Have I told you how dinner works around here? It's our one communal meal. Everyone is assigned one night to cook, and another night to clean. You don't cook with your significant other or kids. And best of all, the men are in charge of planning the meals. I cooked Monday night, and was lucky to be teamed up with all men. We had grilled steak, and sauteed zucchini with bacon and garlic (man was that good), and fruit salad, and macaroni salad. My job was chopping zucchini and fruit, and mixing together the macaroni salad. I love not being in charge. The only problem was that the cooks eat last, so I only got two slices of zucchini. Oh, and we had s'mores for dessert. Last night we had smoked chicken and pork (one of the cousins brings his smoker every year), with potato salad and grilled veggies. Tonight was stir-fry. Tomorrow night it's the kids night to cook. Rumor has it we're having pizza. And brownies.

The most strenuous thing I did today was ride a bike down to the mall for Goody's. Goody's is the ice cream shop, and it's a Sunriver tradition. Although they seem to be a bit lax in the quality control this year. The ice cream (and the sorbet) have been disappointing. Which isn't to say we won't go back to try a different flavor. Oh, and I won three games in a row at pool. I think I used up all my pool luck, which is unfortunate, since I've been signed up for the pool tournament. I've made it to the finals of the Skip-Bo tournament (with Hamburger as my partner), and I made it past the first round of the ping-pong tournament. Betcha didn't know I gots skillz.
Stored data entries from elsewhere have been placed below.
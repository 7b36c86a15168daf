using CouplingWatch.Numerics.Conditioning;
using CouplingWatch.Numerics.Secants;
using CouplingWatch.Numerics.Tests.Secants;

namespace CouplingWatch.Numerics.Tests.Published;

/// <summary>
/// Where the two filters decide differently, on the matrices of tests/reference/qr-cases. Criteria: Computers and Structures 87
/// (2009) 793–801 and 171 (2016) 9–17 (from memory); the kept columns and their condition numbers computed once with NumPy.
/// </summary>
public class FilterDifferenceTests
{
    [Theory]
    // Graded, healthy columns: the pivot rule drops the two newest directions, the own-norm rule none.
    [InlineData("Q2", SecantFilter.PivotRatio, 1e-5, new[] { 2, 3, 4 }, 1.001e4)]
    [InlineData("Q2", SecantFilter.OwnNorm, 1e-5, new[] { 0, 1, 2, 3, 4 }, 1.001e8)]
    [InlineData("Q2", SecantFilter.PivotRatio, 1e-10, new[] { 0, 1, 2, 3, 4 }, 1.001e8)]
    [InlineData("Q2", SecantFilter.PivotRatio, 1e-2, new[] { 4 }, 1)]
    // Two dependent columns.
    [InlineData("Q3", SecantFilter.PivotRatio, 1e-8, new[] { 0, 1, 2, 4 }, 3.507e6)]
    [InlineData("Q3", SecantFilter.OwnNorm, 1e-8, new[] { 0, 1, 2, 4 }, 3.507e6)]
    [InlineData("Q3", SecantFilter.PivotRatio, 1e-5, new[] { 0, 1, 2 }, 4.443)]
    [InlineData("Q3", SecantFilter.OwnNorm, 1e-5, new[] { 0, 1, 2 }, 4.443)]
    // A duplicate and a vanishing column: the newest offender first keeps the good one; own-norm keeps the vanishing one.
    [InlineData("Q4", SecantFilter.PivotRatio, 1e-8, new[] { 0, 1, 4 }, 4.443)]
    [InlineData("Q4", SecantFilter.OwnNorm, 1e-8, new[] { 0, 1, 3 }, 3.340e16)]
    public void Each_rule_keeps_the_published_columns(string name, SecantFilter rule, double threshold, int[] kept, double condition)
    {
        SecantBasis basis = QrCaseTests.BasisOldestFirst(QrCase.Load(name));
        FilterOutcome outcome = ColumnFilter.Apply(basis, Columns.NewestFirst(basis), rule, threshold);
        int newest = basis.ColumnCount - 1;
        Assert.Equal(kept, outcome.Kept.ToArray().Select(index => newest - index));
        Assert.Equal(1, ConditionNumber.Of(outcome.Triangle()).Raw / condition, 1e-3);
    }

    [Fact]
    public void A_raw_condition_alarm_on_graded_columns_would_be_a_scaling_artefact()
    {
        ConditionNumber condition = ConditionNumber.Of(QrCaseTests.NewestFirstTriangle(QrCase.Load("Q2")));
        Assert.True(condition.Raw > 1e8);
        Assert.Equal(1.0742, condition.UnitColumns, 1e-4);
    }
}
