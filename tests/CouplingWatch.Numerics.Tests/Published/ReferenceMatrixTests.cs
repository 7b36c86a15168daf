using CouplingWatch.Numerics.Conditioning;
using CouplingWatch.Numerics.Matrices;
using CouplingWatch.Numerics.Secants;
using CouplingWatch.Numerics.Tests.Secants;

namespace CouplingWatch.Numerics.Tests.Published;

/// <summary>
/// Condition numbers of matrices with known ones. Hilbert and Vandermonde values computed with 60 digits (mpmath); Läuchli:
/// closed form; Kahan: LAPACK and mpmath. Every matrix goes through the secant basis column by column.
/// </summary>
public class ReferenceMatrixTests
{
    [Theory]
    [InlineData(3, 524.056777586061)]
    [InlineData(4, 15513.7387389326)]
    [InlineData(5, 476607.250242561)]
    [InlineData(6, 14951058.6401312)]
    [InlineData(7, 475367354.988179)]
    [InlineData(8, 15257575741.6469)]
    [InlineData(9, 493154926971.542)]
    public void Hilbert_matrices_have_the_published_condition(int n, double expected) =>
        Assert.Equal(1, Condition(Hilbert(n)).Raw / expected, 1e-4);

    [Theory]
    [InlineData(10, 16026286870216.9)]
    [InlineData(11, 523067739242941.0)]
    [InlineData(12, 1.713228904697e16)]
    public void Large_Hilbert_matrices_have_it_to_the_order_of_magnitude(int n, double expected) =>
        Assert.InRange(Condition(Hilbert(n)).Raw / expected, 0.1, 10);

    [Theory]
    [InlineData(4, 98.8677385072)]
    [InlineData(6, 4924.37105661)]
    [InlineData(8, 267816.700908)]
    [InlineData(10, 15193229.6772)]
    [InlineData(12, 883478687.435)]
    public void Vandermonde_matrices_have_the_published_condition(int n, double expected) =>
        Assert.Equal(1, Condition([.. Enumerable.Range(0, n).Select(p => Enumerable.Range(0, n).Select(i => Math.Pow(i / (n - 1.0), p)).ToArray())]).Raw / expected, 1e-6);

    [Theory]
    [InlineData(3, 1e-3)]
    [InlineData(3, 1e-7)]
    [InlineData(5, 1e-8)]
    [InlineData(5, 1e-9)]
    public void Läuchli_matrices_have_their_closed_condition(int n, double mu) =>
        Assert.Equal(1, Condition(Läuchli(n, mu)).Raw / (Math.Sqrt(n + (mu * mu)) / mu), 1e-6);

    [Theory]
    [InlineData(10, 29.85262472, 1e-8)]
    [InlineData(30, 140083.52368, 1e-8)]
    [InlineData(50, 394748399.468, 1e-6)]
    public void Kahan_matrices_are_singular_where_their_diagonal_does_not_show_it(int n, double expected, double tolerance)
    {
        double s = Math.Sin(1.2);
        SecantBasis basis = Columns.Basis(Kahan(n));
        Assert.Equal(1, ConditionNumber.Of(basis.Coefficients()).Raw / expected, tolerance);
        // The last diagonal entry is s^(n−1): far above the smallest singular value, so κ must never be read from the diagonal.
        Assert.Equal(Math.Pow(s, n - 1), basis.ColumnCoefficients(n - 1)[n - 1], 1e-12);
    }

    [Fact]
    public void Unit_columns_bring_the_condition_down_as_published()
    {
        // Source: "Condition numbers and equilibration of matrices", Numer. Math. 14 (1969) 14–23; values computed with NumPy.
        ConditionNumber condition = Condition([[1, 1, 2, 0], [1e8, -1e8, 3e8, 1e8], [1e-6, 2e-6, 1e-6, 5e-6]]);
        Assert.Equal(1, condition.Raw / 6.7719917758e13, 1e-2);
        Assert.Equal(2.5993972977, condition.UnitColumns, 1e-9);
    }

    [Theory]
    [InlineData(3, 1e-7)]
    [InlineData(5, 1e-8)]
    [InlineData(40, 1e-8)]
    public void Directions_stay_orthogonal_where_one_pass_of_Gram_Schmidt_loses_everything(int n, double mu)
    {
        // Source: "The loss of orthogonality in the Gram–Schmidt orthogonalization process", Comput. Math. Appl. 50 (2005) 1069–1075.
        Assert.True(Columns.OrthogonalityLoss(Columns.Basis(Läuchli(n, mu))) < 2e-15);
    }

    internal static double[][] Hilbert(int n) =>
        [.. Enumerable.Range(0, n).Select(j => Enumerable.Range(0, n).Select(i => 1.0 / (i + j + 1)).ToArray())];

    internal static double[][] Kahan(int n)
    {
        double s = Math.Sin(1.2), c = Math.Cos(1.2);
        return [.. Enumerable.Range(0, n).Select(j => Enumerable.Range(0, n).Select(i => i > j ? 0 : Math.Pow(s, i) * (i == j ? 1 : -c)).ToArray())];
    }

    private static double[][] Läuchli(int n, double mu) =>
        [.. Enumerable.Range(0, n).Select(j => Enumerable.Range(0, n + 1).Select(i => i == 0 ? 1 : i == j + 1 ? mu : 0.0).ToArray())];

    private static ConditionNumber Condition(double[][] columns) => ConditionNumber.Of(Columns.Basis(columns).Coefficients());
}
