namespace CouplingWatch.Monitoring.Checks.Stale;

/// <summary>When reused columns count as stale, and how many such steps make an alert.</summary>
public sealed record StaleOptions
{
    public const double DefaultMissDecades = 2;
    public const double DefaultMisledDecades = 1;
    public const double DefaultLeftAbove = 0.1;
    public const double DefaultPromisedBelow = 0.3;
    public const int DefaultLeastEarlier = 5;
    public const double DefaultIncrementAbove = -1;
    public const double DefaultLeastAboveMedian = 1.5;
    public const double DefaultDeviations = 4;
    public const double DefaultIterationsMore = 2;
    public const int DefaultSteps = 3;
    public const int DefaultWithin = 5;
    public const double DefaultDearShare = 0.2;

    /// <summary>Level 2: decades by which the first update missed its promise; 0…20.</summary>
    public double MissDecades { get; init; } = DefaultMissDecades;
    /// <summary>Level 2: decades from which on the step counts as misled, which keeps <c>polluted</c> quiet after sound steps; 0…20.</summary>
    public double MisledDecades { get; init; } = DefaultMisledDecades;
    /// <summary>Level 2: … and more than this share of the residual was left; 0…10.</summary>
    public double LeftAbove { get; init; } = DefaultLeftAbove;
    /// <summary>Level 2: … of an update that left less than this uncovered; 0…1.</summary>
    public double PromisedBelow { get; init; } = DefaultPromisedBelow;
    /// <summary>Earlier steps needed to compare with; 1…20.</summary>
    public int LeastEarlier { get; init; } = DefaultLeastEarlier;
    /// <summary>Level 0: the first increment of z lies above this; −20…20.</summary>
    public double IncrementAbove { get; init; } = DefaultIncrementAbove;
    /// <summary>Level 0: … above the median of earlier ones by this, or …; 0…20.</summary>
    public double LeastAboveMedian { get; init; } = DefaultLeastAboveMedian;
    /// <summary>Level 0: … by this many robust deviations; 0…100.</summary>
    public double Deviations { get; init; } = DefaultDeviations;
    /// <summary>The step takes this many iterations more than the median of the latest ten; 0…100.</summary>
    public double IterationsMore { get; init; } = DefaultIterationsMore;
    /// <summary>Such steps within the next number of steps make an alert; 1…20.</summary>
    public int Steps { get; init; } = DefaultSteps;
    /// <summary>As many as the steps that make an alert, to 16.</summary>
    public int Within { get; init; } = DefaultWithin;

    /// <summary>Where more than this share of the earlier steps took as long already, dear steps are usual; 0…1.</summary>
    public double DearShare { get; init; } = DefaultDearShare;

    internal void Validate(OptionFaults faults)
    {
        faults.Range("Stale.MissDecades", MissDecades, 0, 20);
        faults.Range("Stale.MisledDecades", MisledDecades, 0, 20);
        faults.Range("Stale.LeftAbove", LeftAbove, 0, 10);
        faults.Range("Stale.PromisedBelow", PromisedBelow, 0, 1);
        faults.Range("Stale.LeastEarlier", LeastEarlier, 1, 20);
        faults.Range("Stale.IncrementAbove", IncrementAbove, -20, 20);
        faults.Range("Stale.LeastAboveMedian", LeastAboveMedian, 0, 20);
        faults.Range("Stale.Deviations", Deviations, 0, 100);
        faults.Range("Stale.IterationsMore", IterationsMore, 0, 100);
        faults.Range("Stale.Steps", Steps, 1, 20);
        faults.Range("Stale.Within", Within, Steps, 16);
        faults.Range("Stale.DearShare", DearShare, 0, 1);
    }
}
Tomorrow is the river float. There's no escape. 3 or 4 hours on the Deschutes River. Hamburger and I have a rubber raft we blow up once every year for this occasion. Hopefully, it still holds air. Unfortunately, I don't think I can get away with bringing my book along for the ride.

Oh....and I discovered Sunriver now has a bookstore. I will definitely be returning there to take advantage of the no sales tax. And to console myself for the fact that I can't escape the river float.


where do you blog?

Tuesday, July 29, 2008

It's time to answer another question.

Beastmomma asked: I am having lots of challenges with my blog administrator, so I am curious about the experience of others. How did you chose blogspot? What do you enjoy about this administrator? What would you change? Would you recommend to a friend?

I've blogged on LiveJournal, blogger and WordPress (briefly).

LiveJournal was my first experience with a blog. I think I blogged over there for about two years. I joined with a bunch of BookCrossers, so I had a set of friends. It was easy to use, and very easy to personalize your blog's template. But, it's also very cliquish. LiveJournal allows you to assign friend status, and to limit access to your blog to those same friends. If someone de-friends someone, suddenly it's like being back in high school. My blog on LiveJournal was pretty much a conversation with those people I knew from BookCrossing and who I had assigned friend status.

I've been on blogger for a couple of years, too. I started my current blog because I had a few friends who blogged on blogger and it was easier to communicate back and forth with blogger, as opposed to blogger-LiveJournal. As far as templates go, if you want to personalize the look of your blog, you need to be willing to mess around with html and devote some serious time it. At least for me, because blogger doesn't always respond the way I want. Especially with posting. Writing a post is easy. Inserting a picture is easy. But for the life of me, I can't figure out why my spacing goes all wonky on occasion. I am constantly editing my posts to get the spacing between paragraphs to appear uniform (and I like my posts to be visually appealing, not all haphazard looking...if this one looks weird, I'm blaming it on the auto-publish feature). Blogger has a nasty habit of deleting or inserting spaces. Sometimes I feel like it's an ongoing war over who really controls my blog. Despite that quirky little issue, I'm happy with blogger. Especially since it is free.

I posted book reviews to a group blog on WordPress for a few months. I experienced formatting issues there, too. And I had a heck of a time with pictures, for some reason. But that could be because it was different than blogger. And LiveJournal. I know the cool kids (Lisa and Trish and chartroose) are on WordPress, so maybe they'll weigh in.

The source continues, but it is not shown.